Pour Vincent Jeanbrun, cette disposition constitue un « partenariat gagnant-gagnant » qui doit permettre au propriétaire de s’appuyer sur les loyers perçus pour financer les travaux, tout en évitant d’aggraver la pénurie de logements. Le ministre revendique une mesure qui « ouvre la voie à des centaines de milliers de rénovations supplémentaires » et affirme faire « confiance aux maires » sur ce dossier.
Cette évolution est vivement contestée par la gauche sénatoriale et par les associations de défense des locataires. La sénatrice socialiste Viviane Artigalas dénonce un texte qui « multiplie les dérogations permettant de conserver le caractère décent d’un logement », au détriment des locataires concernés. Du côté associatif, la Confédération nationale du logement reproche au gouvernement de vouloir préserver ce que certaines organisations qualifient de logements inadaptés à la chaleur, alors que la France traverse un été marqué par des épisodes caniculaires à répétition.
Le confort d’été inscrit dans la loi
L’examen du texte au Sénat a également été l’occasion d’introduire, à l’initiative de la rapporteure Amel Gacquerre, plusieurs dispositions inédites d’adaptation des logements aux fortes chaleurs, un volet largement absent du projet initial du gouvernement.
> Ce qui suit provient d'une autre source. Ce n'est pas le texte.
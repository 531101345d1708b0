// SPDX-License-Identifier: GPL-3.0-or-later
#include "core/certificate/FunctionSection.h"

#include "core/base/Rounding.h"
#include "core/evaluate/PrintedFunction.h"

#include <algorithm>
#include <cmath>

namespace spanwright {

namespace {

/// Smallest U at a stated point, unit of the ordinate.
double smallestExpanded(const PhaseEvaluation& phase) {
    double smallest = INFINITY;
    for (const SetPointBudget& point : phase.budget.points) {
        const double u = phase.fit->direction == FitDirection::Indication ? point.expanded : point.expandedReference;
        if (u > 0)
            smallest = std::min(smallest, u);
    }
    return smallest;
}

double largestResidual(const RowFigures& rows) {
    double largest = 0;
    for (std::size_t i = 0; i < rows.size(); ++i)
        if (rows.excluded[i] == 0 && std::fabs(rows.residual[i]) > std::fabs(largest))
            largest = rows.residual[i];
    return largest;
}

} // namespace

std::optional<FunctionSection> functionSection(const Record& record, const PhaseEvaluation& phase) {
    const std::optional<PrintedFunction> printed = printedFunction(record, phase, WithoutU::ByScatter);
    if (!printed)
        return std::nullopt;
    const Fit& fit = *phase.fit;
    FunctionSection section;
    section.phase = phase.phase;
    section.function = fit.function;
    section.direction = fit.direction;
    section.method = fit.method;
    section.weights = fit.weights;
    section.weighted = fit.weights != Weights::Equal || fit.method == Method::BothUncertain;
    const double stated = smallestExpanded(phase);
    // Without a stated uncertainty the digits follow from the scatter.
    const double expanded = std::isfinite(stated) || !(fit.residualSd > 0) || section.weighted ? stated : fit.residualSd;
    for (const PrintedNumber& number : printed->numbers)
        section.terms.push_back({number.name, number.unit, number.text, number.standardUncertainty ? significantDigits(*number.standardUncertainty, 2) : Digits{}});
    section.centre = printed->centre;
    for (const PrintedCheck& check : printed->checks)
        section.checks.push_back({check.input, check.output});
    const int rangeDecimals = std::max(0, decimalsFor(fit.high - fit.low, 6));
    section.low = roundedText(fit.low, rangeDecimals);
    section.high = roundedText(fit.high, rangeDecimals);
    section.residualSd = significantDigits(fit.residualSd, 2);
    section.degreesOfFreedom = fit.degreesOfFreedom;
    section.largestResidual = roundedText(largestResidual(phase.rows), std::isfinite(expanded) ? decimalsFor(expanded, 2) : 6);
    if (phase.budget.readBack && phase.budget.readBack->expandedReference > 0) {
        section.readBackExpanded = roundUncertainty(phase.budget.readBack->expandedReference).text;
        section.readBackFactor = roundedText(phase.budget.readBack->coverageFactor, 2);
    }
    return section;
}

} // namespace spanwright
Le sénateur écologiste Yannick Jadot a d’ailleurs reproché à l’exécutif de « découvrir pendant la canicule » la nécessité de traiter cette question.
Concrètement, la notion de « confort d’été » est désormais intégrée dans la définition d’une rénovation énergétique performante, notamment dans le cadre du parcours accompagné de MaPrimeRénov’. Elle est également prise en compte dans les plans pluriannuels de travaux des copropriétés, obligatoires depuis le 1er janvier 2025 pour les immeubles de plus de quinze ans.
Climatisation en copropriété : la fin d’un frein juridique
Le texte lève par ailleurs certains obstacles juridiques à l’installation de systèmes de climatisation en copropriété. En cas d’échec d’un premier vote en assemblée générale sur des travaux de climatisation modifiant l’aspect extérieur de l’immeuble, une nouvelle assemblée générale pourra être convoquée et statuer à la majorité simple de l‘article 24 de la loi du 10 juillet 1965. Ce mécanisme s’inspire directement du régime déjà applicable aux travaux d’économies d’énergie depuis la loi Climat et Résilience de 2021.
Autre évolution notable pour les propriétaires souhaitant installer des protections solaires extérieures : l’avis des Architectes des bâtiments de France, jusqu’ici contraignant, deviendrait un simple avis consultatif.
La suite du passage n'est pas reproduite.